老族长は咄嗟に振り返ると、夜狼王が空中から襲いかかり、狂ったような殺意が押し寄せるのを目にした。
「退け!」
老族长は心の中でそう思ったが、体はよろめき、疲労が蓄積した結果、老いた体が限界を迎えてしまった。
彼は力尽きたのだ!
ドン!
次の瞬間、夜狼王が襲いかかり、老族长を地面に強く叩きつけた。
「老族长!!」
人々(ひとびと)は叫び、こぞって我を忘れて駆け寄った。
葛家の老族长は真元を狂ったように防御蛊に注ぎ込み、厚い木製の盾を構えた。
ドンドンドン!
夜狼王は両前脚で激しく叩きつけ、木盾は数回の呼吸を持ちこたえた後、完全に崩壊した。
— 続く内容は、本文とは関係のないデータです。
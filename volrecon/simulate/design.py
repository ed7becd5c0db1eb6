"""Ready-made instrument designs: a diffuser, a Fourier light-field and a widefield microscope."""

from __future__ import annotations

import math
from dataclasses import dataclass
from typing import TYPE_CHECKING

import numpy as np

from volrecon.errors import ConfigError
from volrecon.simulate.masks import (
    PhaseMask,
    microlens_array_mask,
    random_diffuser_mask,
    thin_lens_mask,
)
from volrecon.simulate.psf import PSFStack, emission_band, pupil_psf_stack

if TYPE_CHECKING:
    from collections.abc import Sequence

    from volrecon._typing import FloatArray

__all__ = ["KINDS", "MicroscopeDesign"]

#: Pupil elements a :class:`MicroscopeDesign` can carry.
KINDS = ("diffuser", "lightfield", "widefield")


@dataclass(frozen=True)
class MicroscopeDesign:
    """A single-shot 3-D microscope: objective, thin element in the pupil, bare sensor.

    The defaults give a compact water-immersion instrument whose 128 × 128 sensor of 4 µm
    pixels sees 128 µm of sample (magnification 4, 1 µm per pixel) over about 30 µm of depth.

    Attributes
    ----------
    kind : {"diffuser", "lightfield", "widefield"}
        Pupil element: a random diffuser, a hexagonal microlens array focused on the sensor
        (Fourier light field), or a single lens focused on the sensor.
    shape_yx : tuple of int
        Sensor pixels (Y, X).
    sensor_pixel_um : float
        Sensor pixel pitch, micrometres.
    numerical_aperture : float
        Objective NA.
    immersion_index : float
        Sample medium index (1.33: water or hydrogel).
    pupil_radius_um : float
        Pupil radius at the element, micrometres.
    pupil_to_sensor_um : float
        Element-to-sensor distance, micrometres (the lenslets' / lens's focal length).
    wavelength_um, bandwidth_um : float
        Emission peak and full width at half maximum, micrometres.
    wavelength_samples : int
        Wavelengths averaged across the band.
    diffuser_correlation_um, diffuser_height_rms_um, diffuser_index_step : float
        Diffuser surface (see :func:`~volrecon.simulate.random_diffuser_mask`).
    lenslet_pitch_um : float
        Microlens pitch, micrometres.
    mask_seed : int
        Seed of the diffuser surface: one design is one physical diffuser.
    oversample : int
        Simulation grid points per sensor pixel along each axis (intensity is summed over
        each pixel). The widefield kind at the defaults focuses light more steeply than
        4 µm sampling allows and needs 2; a too coarse grid is reported with a
        VolreconWarning.
    """

    kind: str = "diffuser"
    shape_yx: tuple[int, int] = (128, 128)
    sensor_pixel_um: float = 4.0
    numerical_aperture: float = 0.4
    immersion_index: float = 1.33
    pupil_radius_um: float = 200.0
    pupil_to_sensor_um: float = 2000.0
    wavelength_um: float = 0.52
    bandwidth_um: float = 0.03
    wavelength_samples: int = 5
    diffuser_correlation_um: float = 30.0
    diffuser_height_rms_um: float = 0.2
    diffuser_index_step: float = 0.5
    lenslet_pitch_um: float = 130.0
    mask_seed: int = 0
    oversample: int = 1

    def __post_init__(self) -> None:
        if self.kind not in KINDS:
            raise ConfigError(f"MicroscopeDesign kind must be one of {KINDS}; got {self.kind!r}")
        for name in ("sensor_pixel_um", "numerical_aperture", "immersion_index",
                     "pupil_radius_um", "pupil_to_sensor_um", "wavelength_um"):
            value = getattr(self, name)
            if not (isinstance(value, int | float) and math.isfinite(value) and value > 0):
                raise ConfigError(f"MicroscopeDesign {name} must be positive; got {value!r}")
        if not (isinstance(self.oversample, int) and self.oversample >= 1):
            raise ConfigError(
                f"MicroscopeDesign oversample must be a positive integer; got {self.oversample!r}")
        object.__setattr__(self, "shape_yx", (int(self.shape_yx[0]), int(self.shape_yx[1])))

    @property
    def magnification(self) -> float:
        """Lateral magnification sample → sensor, ``d · NA / R``."""
        return self.pupil_to_sensor_um * self.numerical_aperture / self.pupil_radius_um

    @property
    def sample_pixel_size_um(self) -> float:
        """One sensor pixel in the sample, micrometres."""
        return self.sensor_pixel_um / self.magnification

    def mask(self) -> PhaseMask:
        """The pupil element of this design on the simulation grid."""
        pixel = self.sensor_pixel_um / self.oversample
        grid = (self.shape_yx[0] * self.oversample, self.shape_yx[1] * self.oversample)
        if self.kind == "diffuser":
            return random_diffuser_mask(
                grid, correlation_length_um=self.diffuser_correlation_um,
                height_rms_um=self.diffuser_height_rms_um, index_step=self.diffuser_index_step,
                rng=self.mask_seed, pixel_size_um=pixel)
        if self.kind == "lightfield":
            return microlens_array_mask(grid, pitch_um=self.lenslet_pitch_um,
                                        focal_length_um=self.pupil_to_sensor_um,
                                        pixel_size_um=pixel)
        return thin_lens_mask(grid, focal_length_um=self.pupil_to_sensor_um,
                              pixel_size_um=pixel)

    def depths_um(self, n_planes: int, depth_step_um: float) -> FloatArray:
        """`n_planes` depths `depth_step_um` apart, centred on the focal plane."""
        if not (isinstance(n_planes, int) and n_planes >= 1):
            raise ConfigError(f"n_planes must be a positive integer; got {n_planes!r}")
        if not (math.isfinite(depth_step_um) and depth_step_um > 0):
            raise ConfigError(f"depth_step_um must be positive; got {depth_step_um!r}")
        return (np.arange(n_planes) - (n_planes - 1) / 2.0) * depth_step_um

    def psf_stack(self, depths_um: Sequence[float] | FloatArray, *,
                  lateral_offset_yx_um: tuple[float, float] = (0.0, 0.0),
                  workers: int | None = None) -> PSFStack:
        """Simulated PSF stack of this design at the given depths (see :func:`pupil_psf_stack`)."""
        waves, weights = emission_band(self.wavelength_um, self.bandwidth_um,
                                       samples=self.wavelength_samples)
        return pupil_psf_stack(
            self.mask(), depths_um, numerical_aperture=self.numerical_aperture,
            pupil_radius_um=self.pupil_radius_um, pupil_to_sensor_um=self.pupil_to_sensor_um,
            wavelength_um=waves, wavelength_weights=weights,
            immersion_index=self.immersion_index, lateral_offset_yx_um=lateral_offset_yx_um,
            bin_factor=self.oversample, workers=workers)
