"""Benchmark of the streaming job: memory does not grow with the video, workers add throughput.

Prints (not a test):
- peak resident memory of a run over N frames and over 10 N frames (each in a fresh process,
  threaded scheduler, so one process holds everything), and their ratio;
- frames per second with 1 and with 2 workers on the same job, and the speed-up (time from
  the start of computing to the last task, so store creation and start-up are left out).

Usage::

    .venv/bin/python benchmarks/pipeline_memory.py [--frames 16] [--factor 10]
        [--size 16 128 128] [--iterations 10] [--json]
"""

from __future__ import annotations

import argparse
import json
import subprocess
import sys
import tempfile
from pathlib import Path

import numpy as np

_CHILD = r"""
import json, sys, time
from volrecon.bench.memory import process_peak_rss_bytes
from volrecon.pipeline import load_job, run_job
job = load_job(sys.argv[1]).with_compute(workers=int(sys.argv[2]))
events = []
result = run_job(job, progress=events.append)
print(json.dumps({"frames": result.total, "seconds": result.seconds,
                  "frames_per_second": events[-1].frames_per_second,  # compute time only
                  "peak_rss_mib": process_peak_rss_bytes() / 2**20}))
"""


def _make_job(folder: Path, *, n_frames: int, size_zyx: tuple[int, int, int],
              iterations: int, name: str, rng: np.random.Generator) -> Path:
    import tifffile
    import tomli_w

    import volrecon

    if not (folder / "model").exists():
        nz, ny, nx = size_zyx
        y, x = np.mgrid[:ny, :nx]
        psf = np.stack([np.exp(-((y - ny // 2) ** 2 + (x - nx // 2) ** 2) / (2 * (1.0 + z) ** 2))
                        for z in range(nz)]).astype(np.float32)
        psf /= psf.sum(axis=(1, 2), keepdims=True)
        volrecon.PSFModel.from_stack(psf, depth_step_um=2.0, pixel_size_um=0.65).save(
            folder / "model")
    model = volrecon.PSFModel.load(folder / "model")
    volume = np.zeros(model.shape_in, np.float32)
    points = rng.integers(0, np.array(model.shape_in), size=(20, 3))
    volume[tuple(points.T)] = 500.0
    with tifffile.TiffWriter(folder / f"{name}.tif", bigtiff=True) as writer:
        for t in range(n_frames):  # streamed: the video is never held in memory here either
            frame = model.forward(np.roll(volume, t // 4, axis=2)) + rng.normal(
                0, 2.0, model.shape_out)
            writer.write(np.clip(frame + 100, 0, 65535).astype(np.uint16),
                         photometric="minisblack", contiguous=True)
    document = {
        "model": {"path": "model"},
        "video": {"path": f"{name}.tif"},
        "solver": {"method": "admm", "iterations": iterations, "tv": 1e-3, "tol": 0.0},
        "output": {"path": f"{name}.zarr", "time_interval_s": 0.05, "max_projections": True},
        "compute": {"scheduler": "threads", "workers": 1, "frames_per_task": 4},
    }
    job = folder / f"{name}.toml"
    job.write_text(tomli_w.dumps(document))
    return job


def _measure(job: Path, workers: int, *, fresh: bool) -> dict[str, float]:
    if fresh:
        store = job.with_suffix(".zarr")
        if store.exists():
            import shutil

            shutil.rmtree(store)
    out = subprocess.run([sys.executable, "-c", _CHILD, str(job), str(workers)],
                         capture_output=True, text=True, check=True)
    return json.loads(out.stdout.strip().splitlines()[-1])  # type: ignore[no-any-return]


def main(argv: list[str] | None = None) -> int:
    parser = argparse.ArgumentParser(description=__doc__.splitlines()[0])
    parser.add_argument("--frames", type=int, default=16, help="frames of the short run")
    parser.add_argument("--factor", type=int, default=10, help="long run = factor x frames")
    parser.add_argument("--size", type=int, nargs=3, default=(16, 128, 128),
                        metavar=("Z", "Y", "X"))
    parser.add_argument("--iterations", type=int, default=10)
    parser.add_argument("--json", action="store_true", help="print the figures as JSON")
    args = parser.parse_args(argv)
    rng = np.random.default_rng(0)
    figures: dict[str, object] = {"size_zyx": list(args.size), "iterations": args.iterations}
    with tempfile.TemporaryDirectory(prefix="volrecon-bench-") as tmp:
        folder = Path(tmp)
        short = _make_job(folder, n_frames=args.frames, size_zyx=tuple(args.size),
                          iterations=args.iterations, name="short", rng=rng)
        long = _make_job(folder, n_frames=args.frames * args.factor, size_zyx=tuple(args.size),
                         iterations=args.iterations, name="long", rng=rng)
        short_run = _measure(short, 1, fresh=True)
        long_run = _measure(long, 1, fresh=True)
        figures["memory"] = {
            "short_frames": short_run["frames"], "short_peak_rss_mib": short_run["peak_rss_mib"],
            "long_frames": long_run["frames"], "long_peak_rss_mib": long_run["peak_rss_mib"],
            "ratio": long_run["peak_rss_mib"] / short_run["peak_rss_mib"],
            "long_output_mib": long_run["frames"] * int(np.prod(args.size)) * 4 / 2**20,
        }
        one = _measure(short, 1, fresh=True)
        two = _measure(short, 2, fresh=True)
        figures["throughput"] = {
            "workers_1_frames_per_second": one["frames_per_second"],
            "workers_2_frames_per_second": two["frames_per_second"],
            "speedup": two["frames_per_second"] / one["frames_per_second"],
        }
    from volrecon.backend import available_cores

    figures["cores"] = available_cores()
    if args.json:
        print(json.dumps(figures, indent=2))
        return 0
    memory, speed = figures["memory"], figures["throughput"]
    assert isinstance(memory, dict) and isinstance(speed, dict)
    print(f"volume {tuple(args.size)} float32, ADMM {args.iterations} iterations, "
          f"{figures['cores']} cores")
    print(f"peak RSS, {memory['short_frames']:>5} frames: {memory['short_peak_rss_mib']:8.1f} MiB")
    print(f"peak RSS, {memory['long_frames']:>5} frames: {memory['long_peak_rss_mib']:8.1f} MiB "
          f"(output {memory['long_output_mib']:.0f} MiB uncompressed)")
    print(f"ratio long / short: {memory['ratio']:.3f}")
    print(f"throughput, 1 worker : {speed['workers_1_frames_per_second']:.2f} frames/s")
    print(f"throughput, 2 workers: {speed['workers_2_frames_per_second']:.2f} frames/s "
          f"(x{speed['speedup']:.2f})")
    return 0


if __name__ == "__main__":
    sys.exit(main())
巨大な狼の爪が直に葛家老族长の体を打ち据えた。
老族长も古銅皮や精鉄骨といった蛊虫を使っていたが、夜狼王の暴虐な打撃には耐えきれなかった。
「老族长!」
一同は驚叫し、こぞって狂攻を加え、夜狼王の注意を引こうと試みた。
しかし夜狼王の眼には葛家の老族长しか映っておらず、狂攻を物ともせず、老族长を殺して憤慨を晴らそうとしていた。